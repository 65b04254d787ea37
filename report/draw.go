package report

import (
	"math"
	"strings"

	"github.com/rivo/uniseg"

	"realpart/models"
	"realpart/models/quantity"
)

// DrawText draws a circuit in characters: resistors as boxes, inductors as
// arcs, capacitors as two bars (after IEC 60617), elements with a law of their
// own as shown in [models.Element]'s order below. Values, if given, stand under
// the names with three digits; a NaN leaves the place empty.
//
//	loss ┤/├   cpe ┤>├   skin [∩∩]   rcline [┴┴]
//
// The two ends of the part are at the left and the right. Lines end without
// spaces; there is a line feed after each.
func DrawText(c *models.Circuit, values []float64) string {
	labels := make([]string, len(c.Parameters()))
	for i, p := range c.Parameters() {
		if values != nil && !math.IsNaN(values[i]) {
			labels[i] = quantity.Format(values[i], p.Unit, 3)
		}
	}
	return drawLabelled(c, labels)
}

// drawLabelled draws a circuit with a text under each parameter's name.
func drawLabelled(c *models.Circuit, labels []string) string {
	b := drawNode(c, c.Root(), labels)
	var out strings.Builder
	for i, line := range b.lines {
		end := "  "
		if i == b.row {
			end = "──"
		}
		out.WriteString(strings.TrimRight(end+line+end, " ") + "\n")
	}
	return out.String()
}

// block is a drawing: lines of equal width, with its two ends on one row.
type block struct {
	lines []string
	row   int
	width int
}

var symbols = map[models.Element]string{
	models.Resistor:      "[    ]",
	models.Inductor:      "∩∩∩∩",
	models.Capacitor:     "┤ ├",
	models.LossCapacitor: "┤/├",
	models.ConstantPhase: "┤>├",
	models.Skin:          "[∩∩]",
	models.RCLine:        "[┴┴┴┴]",
}

func drawNode(c *models.Circuit, n *models.Node, labels []string) block {
	switch n.Kind {
	case models.Series:
		return drawSeries(c, n, labels)
	case models.Parallel:
		return drawParallel(c, n, labels)
	}
	return drawElement(c, n, labels)
}

// drawElement stacks names, values and symbol, the latter at the bottom.
func drawElement(c *models.Circuit, n *models.Node, labels []string) block {
	var above []string
	for _, p := range n.Parameters {
		name, label := c.Parameters()[p].Name, labels[p]
		if len(n.Parameters) > 1 && label != "" {
			above = append(above, name+" = "+label)
			continue
		}
		above = append(above, name)
		if label != "" {
			above = append(above, label)
		}
	}
	if len(n.Parameters) > 1 && strings.Join(above, "") == names(c, n, "") {
		above = []string{names(c, n, ", ")}
	}
	symbol := symbols[n.Element]
	b := block{row: len(above), width: uniseg.StringWidth(symbol) + 2}
	for _, text := range above {
		b.width = max(b.width, uniseg.StringWidth(text)+2)
	}
	for _, text := range above {
		b.lines = append(b.lines, centre(text, b.width, " "))
	}
	b.lines = append(b.lines, centre(symbol, b.width, "─"))
	return b
}

// names joins the names of an element's parameters.
func names(c *models.Circuit, n *models.Node, separator string) string {
	var all []string
	for _, p := range n.Parameters {
		all = append(all, c.Parameters()[p].Name)
	}
	return strings.Join(all, separator)
}

func drawSeries(c *models.Circuit, n *models.Node, labels []string) block {
	children := make([]block, len(n.Children))
	above, below := 0, 0
	for i, child := range n.Children {
		children[i] = drawNode(c, child, labels)
		above = max(above, children[i].row)
		below = max(below, len(children[i].lines)-1-children[i].row)
	}
	b := block{row: above, lines: make([]string, above+1+below)}
	for _, child := range children {
		for i := range b.lines {
			k := i - above + child.row
			if k >= 0 && k < len(child.lines) {
				b.lines[i] += child.lines[k]
			} else {
				b.lines[i] += strings.Repeat(" ", child.width)
			}
		}
		b.width += child.width
	}
	return b
}

// drawParallel stacks the branches between two rails; the ends of the group
// are those of the first branch.
func drawParallel(c *models.Circuit, n *models.Node, labels []string) block {
	var children []block
	width := 0
	for _, child := range n.Children {
		children = append(children, drawNode(c, child, labels))
		width = max(width, children[len(children)-1].width)
	}
	b := block{row: children[0].row, width: width + 4}
	last := len(children) - 1
	for i, child := range children {
		for k, line := range child.lines {
			left, right, fill := "│ ", " │", " "
			switch {
			case k == child.row && i == 0:
				left, right, fill = "┬─", "─┬", "─"
			case k == child.row && i == last:
				left, right, fill = "└─", "─┘", "─"
			case k == child.row:
				left, right, fill = "├─", "─┤", "─"
			case i == 0 && k < child.row, i == last && k > child.row:
				left, right = "  ", "  "
			}
			b.lines = append(b.lines, left+centre(line, width, fill)+right)
		}
	}
	return b
}

// centre pads a text to a width on both sides.
func centre(text string, width int, fill string) string {
	missing := width - uniseg.StringWidth(text)
	if missing <= 0 {
		return text
	}
	left := missing / 2
	return strings.Repeat(fill, left) + text + strings.Repeat(fill, missing-left)
}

What is required: Match on "quantity": copy every line in the records that has it.

Response:
	"realpart/models/quantity"
			labels[i] = quantity.Format(values[i], p.Unit, 3)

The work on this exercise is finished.